I did search the forum, though not with Google. I did a broader internet search looking for any bad mention of this service, but I didn't find one. Someone pm'd to help me out the other day, my suspicions were confirmed.

As for discussing it publicly, I noted at least one other forum member who used the same service, so I don't feel it's my place to tear them down. My advice to anyone reading this is to ignore any and all email solicitations, even if their site looks legitimate, even if you can't find any dirt on them. Whatever they're offering you, you can get it somewhere else.


----------



## ImaWriter (Aug 12, 2015)

StephenBrennan said:


> I did search the forum, though not with Google. I did a broader internet search looking for any bad mention of this service, but I didn't find one. Someone pm'd to help me out the other day, my suspicions were confirmed.
> 
> As for discussing it publicly, I noted at least one other forum member who used the same service, so I don't feel it's my place to tear them down. My advice to anyone reading this is to ignore any and all email solicitations, even if their site looks legitimate, even if you can't find any dirt on them. Whatever they're offering you, you can get it somewhere else.

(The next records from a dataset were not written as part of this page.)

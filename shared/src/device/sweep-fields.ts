import type { SweepField } from '../schemas/sweep.js';
import { gateCapacitances, transitFrequency } from './capacitance.js';
import { maskOf } from './drain-current.js';
import { leakage } from './leakage.js';
import { pelgromPairSigma } from './mismatch.js';
import type { PreparedDevice } from './resolve-device.js';
import type { KernelOutputs, SeriesInputs } from './sweep-inputs.js';

/** The columns of the fields asked for, each a fresh array computed in its own pass over the points. */
export function fieldColumns(
  fields: readonly SweepField[],
  inputs: SeriesInputs,
  outputs: KernelOutputs,
  deviceAt: (i: number) => PreparedDevice,
  count: number,
): Partial<Record<SweepField, Float64Array>> {
  const { w, l, leff, vt, vov, vds, vsb, tempC, n, gmbRatio, beta, ut, fingers, dw } = inputs;
  const [mw, ml, mLeff, mt, mo, md, mn, mg, mb, mu] = [w, l, leff, vt, vov, vds, n, gmbRatio, beta, ut].map(maskOf);
  const { id, gm, gds, gmId, vdsat } = outputs;
  const { params, cox } = deviceAt(0);
  const { cgdo, avt } = params;
  const columns: Partial<Record<SweepField, Float64Array>> = {};
  const want = (field: SweepField) => fields.includes(field);
  const derive = (compute: (i: number) => number) => {
    const column = new Float64Array(count);
    for (let i = 0; i < count; i++) column[i] = compute(i);
    return column;
  };
  const copy = (source: Float64Array) => (source.length === 1 ? new Float64Array(count).fill(source[0]) : source.slice(0, count));
  if (want('w')) columns.w = copy(w);
  if (want('l')) columns.l = copy(l);
  if (want('wOverL')) columns.wOverL = derive((i) => w[i & mw] / l[i & ml]);
  if (want('vgs')) columns.vgs = derive((i) => vt[i & mt] + vov[i & mo]);
  if (want('vds')) columns.vds = copy(vds);
  if (want('vsb')) columns.vsb = copy(vsb);
  if (want('temperature')) columns.temperature = copy(tempC);
  if (want('vt')) columns.vt = copy(vt);
  if (want('vov')) columns.vov = copy(vov);
  if (want('n')) columns.n = copy(n);
  if (want('vdsat')) columns.vdsat = vdsat;
  if (want('saturated')) columns.saturated = derive((i) => (vds[i & md] >= vdsat[i] ? 1 : 0));
  if (want('id')) columns.id = id;
  if (want('gm')) columns.gm = gm;
  if (want('gmb')) columns.gmb = derive((i) => gm[i] * gmbRatio[i & mg]);
  if (want('gds')) columns.gds = gds;
  if (want('ro')) columns.ro = derive((i) => 1 / gds[i]);
  if (want('gmId')) columns.gmId = gmId;
  if (want('intrinsicGain')) columns.intrinsicGain = derive((i) => gm[i] / gds[i]);
  if (want('ic') || want('region')) columns.ic = derive((i) => id[i] / (2 * n[i & mn] * beta[i & mb] * ut[i & mu] * ut[i & mu]));
  const capacitancesAt = (i: number) =>
    gateCapacitances(w[i & mw] - fingers * dw, leff[i & mLeff], cox, cgdo, { vov: vov[i & mo], vds: vds[i & md], n: n[i & mn], ut: ut[i & mu] });
  if (want('cgs')) columns.cgs = derive((i) => capacitancesAt(i).cgs);
  if (want('cgd')) columns.cgd = derive((i) => capacitancesAt(i).cgd);
  if (want('cgg')) columns.cgg = derive((i) => capacitancesAt(i).cgg);
  if (want('ft')) columns.ft = derive((i) => transitFrequency(gm[i], capacitancesAt(i).cgg));
  if (want('sigmaVt')) columns.sigmaVt = derive((i) => pelgromPairSigma(avt, w[i & mw], l[i & ml]));
  if (want('ioff')) {
    columns.ioff = derive((i) => leakage(deviceAt(i), w[i & mw], l[i & ml], fingers).ioff ?? Number.NaN);
  }
  return columns;
}
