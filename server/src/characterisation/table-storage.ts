import { createHash } from 'node:crypto';
import { promisify } from 'node:util';
import { gunzip, gzip } from 'node:zlib';
import { decodeTable, encodeTableInSteps, type LookupTable } from '@channelwright/shared/device';
import { shuffleBytes, unshuffleBytes } from './byte-shuffle.js';

const compress = promisify(gzip);
const decompress = promisify(gunzip);

/** Hashing goes in slices of this many bytes with a turn of the event loop between them (a full grid is tens of MB). */
const HASH_SLICE = 1 << 20;

/** Bytes of one element for the shuffle filter (Float32 columns). */
const ELEMENT = 4;

/** A table ready to store: its binary form byte-shuffled and gzip-compressed, and the SHA-256 of the binary form itself. */
export interface PackedTable {
  compressed: Buffer;
  sha256: string;
  /** Bytes before compression. */
  size: number;
}

/** SHA-256 (hex) of bytes, yielding to the event loop between slices. */
export async function sha256Of(bytes: Uint8Array): Promise<string> {
  const hash = createHash('sha256');
  for (let start = 0; start < bytes.length; start += HASH_SLICE) {
    hash.update(bytes.subarray(start, start + HASH_SLICE));
    if (start + HASH_SLICE < bytes.length) await new Promise((resolve) => setImmediate(resolve));
  }
  return hash.digest('hex');
}

/** Encodes (a column per turn of the event loop), hashes, shuffles and compresses a table (zlib's gzip runs on libuv's thread pool, off the event loop). */
export async function packTable(table: LookupTable): Promise<PackedTable> {
  const steps = encodeTableInSteps(table);
  let step = steps.next();
  while (!step.done) {
    await new Promise((resolve) => setImmediate(resolve));
    step = steps.next();
  }
  const bytes = step.value;
  const sha256 = await sha256Of(bytes);
  const compressed = await compress(await shuffleBytes(bytes, ELEMENT));
  return { compressed, sha256, size: bytes.length };
}

/** Decompresses and decodes a stored table; refuses it (TABLE_CORRUPT) when its content no longer has the stored hash. */
export async function unpackTable(compressed: Uint8Array, sha256: string): Promise<LookupTable> {
  const bytes = await unshuffleBytes(await decompress(compressed), ELEMENT);
  const actual = await sha256Of(bytes);
  if (actual !== sha256) throw new TableCorruptError(`The stored table's SHA-256 is ${actual}, not the recorded ${sha256}`);
  return decodeTable(bytes);
}

export class TableCorruptError extends Error {
  readonly code = 'TABLE_CORRUPT';
  constructor(message: string) {
    super(message);
    this.name = 'TableCorruptError';
  }
}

How would you be tearing someone down by saying YOU had a bad experience with X? The experiences are independent of each other, and what you would be doing is providing others with another data point that could help in their decision making process.

Telling people to ignore all emails is not the answer, because we often do get legit solicitations. What everyone really needs to do is some due diligence. You adding your experience aids them in doing that.


----------



## StephenBrennan (Dec 21, 2012)

ImaWriter said:


> How would you be tearing someone down by saying YOU had a bad experience with X? The experiences are independent of each other, and what you would be doing is providing others with another data point that could help in their decision making process.
> 
> Telling people to ignore all emails is not the answer, because we often do get legit solicitations. What everyone really needs to do is some due diligence. You adding your experience aids them in doing that.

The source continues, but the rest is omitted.